Here is my problem.....but first here is my set-up. I have a Denon AVR 2807 plus a Audiosource 200 amp.I have three sets of speakers bedroom, patio, and side patio they all have volume controls. The Denon is driving 2 front 1 center 2 rear and 2 sides Rears and a sub. The zone 2 output goes into a Niles Sp6 speaker selector via the Audio Source. I have two speakers in the kitchen that stopped working they were running off the front B output on the Denon somehow I lost the ability to run both A and B somewhere along the line. I added the kitchen speakers to the Niles and the sound was very loud (no volume control attached). While messing around here I somehow lost the volume of the other speakers bedroom, patio and side patio there is sound but the volume is rather low when the volume controls are turned to the maximum. 
Does this sound familiar to anyone or have I totally messed this up?

Tom


----------



## tes918 (Nov 23, 2008)

I got the answer from another site. The whole thing came down to a button on my remote that I missed.

Tom


----------



## Lost in Space (Jan 23, 2010)

How bout sharing the answer with some of us out here that are having the same problems? What button?


----------



## tes918 (Nov 23, 2008)

My real problem began when the (in-ceiling) speakers in my kitchen stopped working. I could not figure out why they stopped working. At this point I connected them to the Niles speaker selector and they worked but there was no volume control for these speakers and they played at max volume all the time. The other speakers connected to the Niles are in separate rooms with volume controls.
Going back to my original problem I found out that the problem was I had them connected to the B front speakers and somehow B was shut off.
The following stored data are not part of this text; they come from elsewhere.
"""SQLite store: the embedded default, one file in WAL mode.

Tables
  readings     probe, ts, mv, temp_c, ph, neutral_ph, neutral_dev, quality;
               UNIQUE(probe, ts) with INSERT OR IGNORE, so a reading written
               twice (a redelivery after a crash) is stored once
  alerts       one row per alarm transition; UNIQUE(alarm_id, ts, event)
  quarantine   rejected input: source, reason, raw text, received_ts
  calibration_log, calibration_points, grab_samples, maintenance
               the calibration store's tables (``probeflow.calibration.store``),
               created here too so one file holds everything
  alarm_commands
               operator commands (ack, shelve, unshelve) queued for the running
               service (``probeflow.service.alarm_commands``)

Every ``write`` is one transaction, committed before it returns, so the
service may acknowledge the batch's sources afterwards.  Readings go in as
multi-row ``INSERT ... VALUES (...),(...)`` statements of 1, 2, 4, ... 512 rows
(at most ten distinct statements, each prepared once): one statement runs
with a single release of the interpreter lock, where ``executemany`` gives it
up and waits to take it back for every row, which is slow while the MQTT
client and the pipeline threads keep the interpreter busy.
The file is created with mode 0600 (SQLite gives its -wal and -shm files the
same mode).  ``ts`` is epoch seconds (REAL, UTC); NaN is stored as NULL.
"""

from __future__ import annotations

import functools
import itertools
import os
import sqlite3
import threading
from collections.abc import Iterator, Sequence
from pathlib import Path
from typing import Any, Literal

import numpy as np
from pydantic import Field

from probeflow.batch import QUALITY_NAMES, ProcessedBatch, QuarantineItem
from probeflow.calibration.store import create_calibration_tables
from probeflow.errors import StoreError
from probeflow.events import AlertEvent
from probeflow.service.alarm_commands import create_command_table
from probeflow.stores.base import StoreConfigBase, StoreContext

__all__ = ["SCHEMA", "SqliteStore"]

SCHEMA = """
CREATE TABLE IF NOT EXISTS readings (
    probe TEXT NOT NULL, ts REAL NOT NULL, mv REAL, temp_c REAL, ph REAL,
    neutral_ph REAL, neutral_dev REAL, quality TEXT NOT NULL,
    UNIQUE (probe, ts)
);
CREATE TABLE IF NOT EXISTS alerts (
    id INTEGER PRIMARY KEY, alarm_id TEXT NOT NULL, rule TEXT NOT NULL, probe TEXT NOT NULL,
    quantity TEXT, limit_name TEXT, event TEXT NOT NULL, state TEXT NOT NULL, ts REAL NOT NULL,
    value REAL, threshold REAL, severity TEXT, message TEXT,
    UNIQUE (alarm_id, ts, event)
);
CREATE INDEX IF NOT EXISTS alerts_ts ON alerts (ts);
CREATE TABLE IF NOT EXISTS quarantine (
    id INTEGER PRIMARY KEY, source TEXT NOT NULL, reason TEXT NOT NULL, raw TEXT NOT NULL,
    received_ts REAL NOT NULL
);
"""


_QUALITY_ARRAY = np.array(QUALITY_NAMES, dtype=object)

_ALERT_INSERT = (
    "INSERT OR IGNORE INTO alerts (alarm_id, rule, probe, quantity, limit_name, event, "
    "state, ts, value, threshold, severity, message) VALUES (?,?,?,?,?,?,?,?,?,?,?,?)"
)


_READING_COLUMNS = 8
_MAX_STATEMENT_ROWS = 512   # power of two; lowered at connect time if SQLite allows fewer parameters


@functools.cache
def _readings_insert(rows: int) -> str:
    values = ",".join(["(" + ",".join(["?"] * _READING_COLUMNS) + ")"] * rows)
    return f"INSERT OR IGNORE INTO readings VALUES {values}"


def _statement_rows(db: sqlite3.Connection) -> int:
    """The largest power of two <= _MAX_STATEMENT_ROWS whose parameters fit this SQLite build."""
    limit = max(1, db.getlimit(sqlite3.SQLITE_LIMIT_VARIABLE_NUMBER) // _READING_COLUMNS)
    rows = _MAX_STATEMENT_ROWS
    while rows > limit:
        rows //= 2
    return rows


def _statement_sizes(rows: int, most: int) -> Iterator[int]:
    """Rows per statement: full statements of ``most`` (a power of two), then
    the remainder as powers of two (so only a few distinct statements exist)."""
    full, rest = divmod(rows, most)
    yield from itertools.repeat(most, full)
    size = most // 2
    while rest:
        if rest >= size:
            yield size
            rest -= size
        size //= 2


def _reading_statements(batch: ProcessedBatch, most: int) -> list[tuple[str, Any]]:
    """(sql, parameters) for one ``execute`` each, covering every row of ``batch``."""
    flat = list(itertools.chain.from_iterable(zip(
        batch.probe.tolist(), batch.ts.tolist(), batch.mv.tolist(), batch.temp_c.tolist(),
        batch.ph.tolist(), batch.neutral_ph.tolist(), batch.neutral_dev.tolist(),
        _QUALITY_ARRAY[batch.quality].tolist())))
    statements = []
    start = 0
    for size in _statement_sizes(len(batch), most):
        stop = start + size * _READING_COLUMNS
        statements.append((_readings_insert(size), flat[start:stop]))
        start = stop
    return statements


class SqliteStoreConfig(StoreConfigBase):
    type: Literal["sqlite"] = "sqlite"
    path: str = "data/probeflow.sqlite"
    synchronous: Literal["normal", "full"] = "normal"
    cache_mib: int = Field(default=64, ge=2, le=4096)   # page cache: keeps the (probe, ts) index in memory
    busy_timeout_s: float = 10.0


def _create_private(path: Path) -> None:
    path.parent.mkdir(parents=True, exist_ok=True)
    if not path.exists():
        fd = os.open(path, os.O_CREAT | os.O_WRONLY, 0o600)
        os.close(fd)


class SqliteStore:
    """Readings, alerts, quarantine, calibrations and alarm commands in one SQLite file."""

    Config = SqliteStoreConfig
    durable = True  # the service acknowledges sources only after this store commits

    def __init__(self, config: SqliteStoreConfig, context: StoreContext | None = None) -> None:
        self.config = config
        base = Path(context.base_dir if context is not None else ".")
        path = Path(config.path)
        self.path = path if path.is_absolute() else base / path
        self._lock = threading.Lock()
        try:
            _create_private(self.path)
            self._db = sqlite3.connect(self.path, timeout=config.busy_timeout_s,
                                       isolation_level=None, check_same_thread=False)
            self._db.execute("PRAGMA journal_mode=WAL")
            self._db.execute(f"PRAGMA synchronous={config.synchronous.upper()}")
            self._db.execute(f"PRAGMA cache_size=-{int(config.cache_mib) * 1024}")
            self._db.executescript(SCHEMA)
            create_calibration_tables(self._db)
            create_command_table(self._db)
            self._statement_rows = _statement_rows(self._db)
        except (OSError, sqlite3.Error) as exc:
            raise StoreError(f"cannot open the SQLite store {self.path}: {exc}") from exc

    # -- Store protocol -----------------------------------------------------------
    def write(self, batch: ProcessedBatch, alerts: Sequence[AlertEvent]) -> None:
        alert_rows = [(a.alarm_id, a.rule, a.probe, a.quantity, a.limit, a.event, a.state, a.ts,
                       a.value, a.threshold, a.severity, a.message) for a in alerts]
        self._transaction(*((sql, None, params) for sql, params in _reading_statements(batch, self._statement_rows)),
                          (_ALERT_INSERT, alert_rows, None))

    def write_quarantine(self, items: Sequence[QuarantineItem]) -> None:
        rows = [(i.source, i.reason, i.raw, i.received_ts) for i in items]
        self._transaction(
            ("INSERT INTO quarantine (source, reason, raw, received_ts) VALUES (?,?,?,?)", rows, None))

    def flush(self) -> None:
        """Nothing to do: every write is committed before it returns."""

    def close(self) -> None:
        with self._lock:
            try:
                self._db.close()
            except sqlite3.Error as exc:
                raise StoreError(f"closing the SQLite store {self.path} failed: {exc}") from exc

    def _transaction(self, *statements: tuple[str, Any, Any]) -> None:
        """One transaction: each statement is (sql, rows for executemany or None,
        parameters for one execute or None); empty row lists are skipped."""
        with self._lock:
            try:
                self._db.execute("BEGIN IMMEDIATE")
                try:
                    for sql, rows, params in statements:
                        if params is not None:
                            self._db.execute(sql, params)
                        elif rows:
                            self._db.executemany(sql, rows)
                    self._db.execute("COMMIT")
                except BaseException:
                    self._db.execute("ROLLBACK")
                    raise
            except sqlite3.Error as exc:
                raise StoreError(f"writing to the SQLite store {self.path} failed: {exc}") from exc
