def _check_filter(topic: str) -> str:
    if not topic:
        raise ValueError("a topic filter must not be empty")
    levels = topic.split("/")
    for i, level in enumerate(levels):
        if "#" in level and (level != "#" or i != len(levels) - 1):
            raise ValueError(f"{topic!r}: '#' must be a whole level and the last one")
        if "+" in level and level != "+":
            raise ValueError(f"{topic!r}: '+' must be a whole level")
    if topic.startswith("$share/"):
        raise ValueError(
            f"{topic!r}: shared subscriptions split one probe's readings between instances "
            "and break its alarm state; give each instance its own topic filters instead"
        )
    return topic


def probe_levels(filters: list[str], probe_level: int | None) -> list[int | None]:
    """For each filter, the topic level (0-based) that holds the probe id.

    The configured ``probe_level`` if given, else the first ``+`` level, else None
    (the payload must then name the probe).

    >>> probe_levels(["plant/+/reading", "lab/ph"], None)
    [1, None]
    """
    if probe_level is not None:
        return [probe_level for _ in filters]
    out: list[int | None] = []
    for f in filters:
        levels = f.split("/")
        out.append(levels.index("+") if "+" in levels else None)
    return out


class MqttCollectorConfig(CollectorConfigBase, MqttConnectionConfig):
    """The ``collectors: - type: mqtt`` section."""

    model_config = ConfigDict(extra="forbid")
    type: Literal["mqtt"] = "mqtt"
    topic: str | list[str]
    probe_level: int | None = Field(default=None, ge=0)
    qos: Literal[0, 1] = 1
    session_expiry_s: int = Field(default=WEEK_S, gt=0, le=0xFFFFFFFF)
    max_payload_bytes: int = Field(default=1 << 20, gt=0)
    expect_session_on_start: bool = False   # True: no session at the first connect is a data gap too
    batch_linger_s: float = Field(default=0.005, ge=0, le=1.0)

    @field_validator("topic")
    @classmethod
    def _check_topics(cls, value: str | list[str]) -> str | list[str]:
        filters = [value] if isinstance(value, str) else value
        if not filters:
            raise ValueError("give at least one topic filter")
        for f in filters:
            _check_filter(f)
        return value

    @property
    def filters(self) -> list[str]:
        return [self.topic] if isinstance(self.topic, str) else list(self.topic)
I did not know how to turn on the B speakers. In days of yore this was much simpler A and B speakers were always very prominently displayed on recievers but the AVR2807 Denon is not like that. However, someone pointed out to me that at the very bottom of a very busy (many buttons) remote was a front speaker button that when pressed takes you through a A, B, and A and B setup. Exactly what I needed when I was able to turn on A and B my mysterious problem disappeared.


----------